Hi guys I was trying to date one of my milk bottles and I was doing some research and I was wondering if it was true that there really is no way to date a Lamb Glass Co bottle to the exact year? I found some links online and that's basically what I have been coming up with. http://www.sha.org/bottle/pdffiles/MilkRoute-V287.pdf basically what that is saying. If anyone has any other info that would be great. Thanks.


----------



## RED Matthews (Dec 18, 2013)

Well it is odd - no reply's.  I have written before about my Moxie consumption objectives when I was in High School.  I never collected any o9f their bottles, but have collected glass, worked in glass making, mold making, selling special alloy mold equipment castings to the worlds glass industry.  My interest is in the how it is made technology for all kinds of glass applications to man's use and enjoyment.  It is a great hobby and I really enjoy reading everyone's input to this forum.  Check my home page for more.   RED Matthews


----------



## cowseatmaize (Dec 18, 2013)

Doug and Linda's site is kind of sketchy about Lamb also. An exact year is tough for almost any bottle, the best would be within either side of 10 years for the most part. There a re some other giveaway clues but they need to be shown.

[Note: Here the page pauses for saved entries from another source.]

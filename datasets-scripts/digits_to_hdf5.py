#!/usr/bin/python3
"""Writes the digits set bundled with scikit-learn (sklearn.datasets.load_digits, no download:
a copy of the test set of the UCI "Optical Recognition of Handwritten Digits" data, E. Alpaydin
and C. Kaynak, 1998) into one HDF5 file for unfurl:

  /images  1797 x 64 float32, 8 x 8 counts 0..16
  /labels  1797 int64, digit 0..9

Usage: digits_to_hdf5.py [--out FILE]
The output is written to a temporary file beside FILE and renamed when complete.
"""
import argparse
import os

import h5py
import numpy as np
from sklearn.datasets import load_digits


def main():
    parser = argparse.ArgumentParser(description=__doc__.splitlines()[0])
    parser.add_argument("--out", default="digits.h5", help="HDF5 file to write")
    args = parser.parse_args()
    digits = load_digits()
    if digits.data.shape != (1797, 64):
        raise SystemExit(f"load_digits returned shape {digits.data.shape}, expected (1797, 64)")
    tmp = args.out + ".partial"
    with h5py.File(tmp, "w") as f:
        f.attrs["source"] = "scikit-learn's bundled digits set (sklearn.datasets.load_digits)"
        # The description scikit-learn ships with the data names its origin and references.
        origin = [p for p in digits.DESCR.split("\n\n") if "copy of the test set" in p]
        f.attrs["description"] = " ".join(origin[0].split()) if origin else "see load_digits"
        f.attrs["citation"] = "E. Alpaydin, C. Kaynak (1998), Cascading Classifiers, Kybernetika"
        d = f.create_dataset("images", data=digits.data.astype(np.float32))
        d.attrs["description"] = "8 x 8 images, row-major, counts of on pixels 0..16"
        f.create_dataset("labels", data=digits.target.astype(np.int64))
    os.replace(tmp, args.out)
    print(f"wrote {args.out}: /images 1797 x 64 float32, /labels 1797 int64")


if __name__ == "__main__":
    main()
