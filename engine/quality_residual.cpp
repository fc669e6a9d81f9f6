#include "engine/quality_residual.hpp"

#include <algorithm>
#include <chrono>
#include <cmath>

#include "engine/detail/point_checks.hpp"
#include "engine/detail/sampling.hpp"
#include "engine/error.hpp"
#include "engine/geodesic.hpp"
#include "engine/parallel.hpp"
#include "engine/random.hpp"

namespace unfurl {
namespace {

// Means and centred co-moments of (x, y_1..y_m) over a group of pairs, combined group by group
// with the pairwise update of Chan, Golub and LeVeque (1979) so no sum cancels.
struct Moments {
  double n = 0, mean_x = 0, sxx = 0;
  std::vector<double> mean_y, syy, sxy;
  explicit Moments(std::size_t m) : mean_y(m, 0.0), syy(m, 0.0), sxy(m, 0.0) {}

  void merge(const Moments& o) {
    if (o.n == 0) return;
    const double total = n + o.n;
    const double f = n * o.n / total;
    const double dx = o.mean_x - mean_x;
    for (std::size_t d = 0; d < mean_y.size(); ++d) {
      const double dy = o.mean_y[d] - mean_y[d];
      syy[d] += o.syy[d] + dy * dy * f;
      sxy[d] += o.sxy[d] + dx * dy * f;
      mean_y[d] += dy * o.n / total;
    }
    sxx += o.sxx + dx * dx * f;
    mean_x += dx * o.n / total;
    n = total;
  }
};

// Distances between map rows a and b using the first 1..m axes.
void map_distances(const PointSet& map, std::size_t a, std::size_t b, double* out) {
  const float* p = map.row(a);
  const float* q = map.row(b);
  double s = 0;
  for (std::size_t c = 0; c < map.cols; ++c) {
    const double t = static_cast<double>(p[c]) - q[c];
    s += t * t;
    out[c] = std::sqrt(s);
  }
}
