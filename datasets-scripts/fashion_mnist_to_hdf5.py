#!/usr/bin/python3
"""Converts Fashion-MNIST (Xiao, Rasul and Vollgraf 2017, "Fashion-MNIST: a Novel Image
Dataset for Benchmarking Machine Learning Algorithms", arXiv:1708.07747; MIT licence) from the
IDX files of Debian's dataset-fashion-mnist package into one HDF5 file for unfurl:

  /images  70000 x 784 float32, pixel values 0..255 as stored, train rows then test rows
  /labels  70000 int64, class 0..9, same order

The IDX layout (big-endian: a magic number whose third byte is the element type, 0x08 =
unsigned byte, and whose fourth byte is the number of dimensions, then one uint32 per
dimension, then the data) is the one the files' README describes.

Usage: fashion_mnist_to_hdf5.py [--source DIR] [--out FILE]
The output is written to a temporary file beside FILE and renamed when complete.
"""
import argparse
import gzip
import os
import sys

import h5py
import numpy as np

SOURCE = "/usr/share/datasets/fashion-mnist"
PARTS = [("train", 60000), ("t10k", 10000)]


def read_idx(path, want_dims):
    with gzip.open(path, "rb") as f:
        raw = f.read()
    if len(raw) < 4 or raw[0] != 0 or raw[1] != 0 or raw[2] != 0x08:
        sys.exit(f"{path}: not an unsigned-byte IDX file")
    dims = raw[3]
    if dims != want_dims:
        sys.exit(f"{path}: {dims} dimensions, expected {want_dims}")
    shape = tuple(int.from_bytes(raw[4 + 4 * i: 8 + 4 * i], "big") for i in range(dims))
    data = np.frombuffer(raw, dtype=np.uint8, offset=4 + 4 * dims)
    if data.size != int(np.prod(shape)):
        sys.exit(f"{path}: holds {data.size} values, its header promises {int(np.prod(shape))}")
    return data.reshape(shape)


def main():
    parser = argparse.ArgumentParser(description=__doc__.splitlines()[0])
    parser.add_argument("--source", default=SOURCE, help="folder of the IDX .gz files")
    parser.add_argument("--out", default="fashion-mnist.h5", help="HDF5 file to write")
    args = parser.parse_args()

    images, labels = [], []
    for prefix, count in PARTS:
        x = read_idx(os.path.join(args.source, f"{prefix}-images-idx3-ubyte.gz"), 3)
        y = read_idx(os.path.join(args.source, f"{prefix}-labels-idx1-ubyte.gz"), 1)
        if x.shape[0] != count or y.shape[0] != count or x.shape[1:] != (28, 28):
            sys.exit(f"{prefix}: unexpected shapes {x.shape} and {y.shape}")
        images.append(x.reshape(count, 784).astype(np.float32))
        labels.append(y.astype(np.int64))

    tmp = args.out + ".partial"
    with h5py.File(tmp, "w") as f:
        f.attrs["source"] = "Fashion-MNIST, Debian package dataset-fashion-mnist (" + args.source + ")"
        f.attrs["citation"] = ("Han Xiao, Kashif Rasul, Roland Vollgraf (2017), Fashion-MNIST: a "
                               "Novel Image Dataset for Benchmarking Machine Learning Algorithms, "
                               "arXiv:1708.07747")
        f.attrs["licence"] = "MIT (Expat), copyright 2017 Zalando SE"
        f.attrs["rows"] = "train rows 0:60000, then test rows 60000:70000"
        d = f.create_dataset("images", data=np.concatenate(images), chunks=(1000, 784),
                             compression="gzip", compression_opts=4, shuffle=True)
        d.attrs["description"] = "28 x 28 grey-level images, row-major, pixel values 0..255"
        l = f.create_dataset("labels", data=np.concatenate(labels))
        l.attrs["classes"] = ("T-shirt/top, Trouser, Pullover, Dress, Coat, Sandal, Shirt, "
                              "Sneaker, Bag, Ankle boot")
    os.replace(tmp, args.out)
    print(f"wrote {args.out}: /images 70000 x 784 float32, /labels 70000 int64")


if __name__ == "__main__":
    main()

For instance, I have a "Patent Applied For" John Wyeth. I found the patent info and it was patent for within 3 months of the application. The molds on the other hand could have been used for quite a bit longer.


----------



## cowseatmaize (Dec 18, 2013)

Here's the first page, I can't believe I found it. The bottle could be anywhere inside 5 years of this but I would guess, more to the later end.


----------



## cowseatmaize (Dec 18, 2013)

Here's the second page for the cap.


----------



## JohnDeereMoxie (Dec 18, 2013)

RED Matthews said:
			
		

> Well it is odd - no reply's.  I have written before about my Moxie consumption objectives when I was in High School.  I never collected any o9f their bottles, but have collected glass, worked in glass making, mold making, selling special alloy mold equipment castings to the worlds glass industry.  My interest is in the how it is made technology for all kinds of glass applications to man's use and enjoyment.  It is a great hobby and I really enjoy reading everyone's input to this forum.  Check my home page for more.   RED Matthews


Where did this come from RED haha. I feel like I have read this before.


----------



## JohnDeereMoxie (Dec 18, 2013)

I'm so confused as to what happened in this thread HAHAHHAAH. I did a little research on the Lamb matter and you really can't pinpoint the year, my bottle is before 1940 I know that much.


----------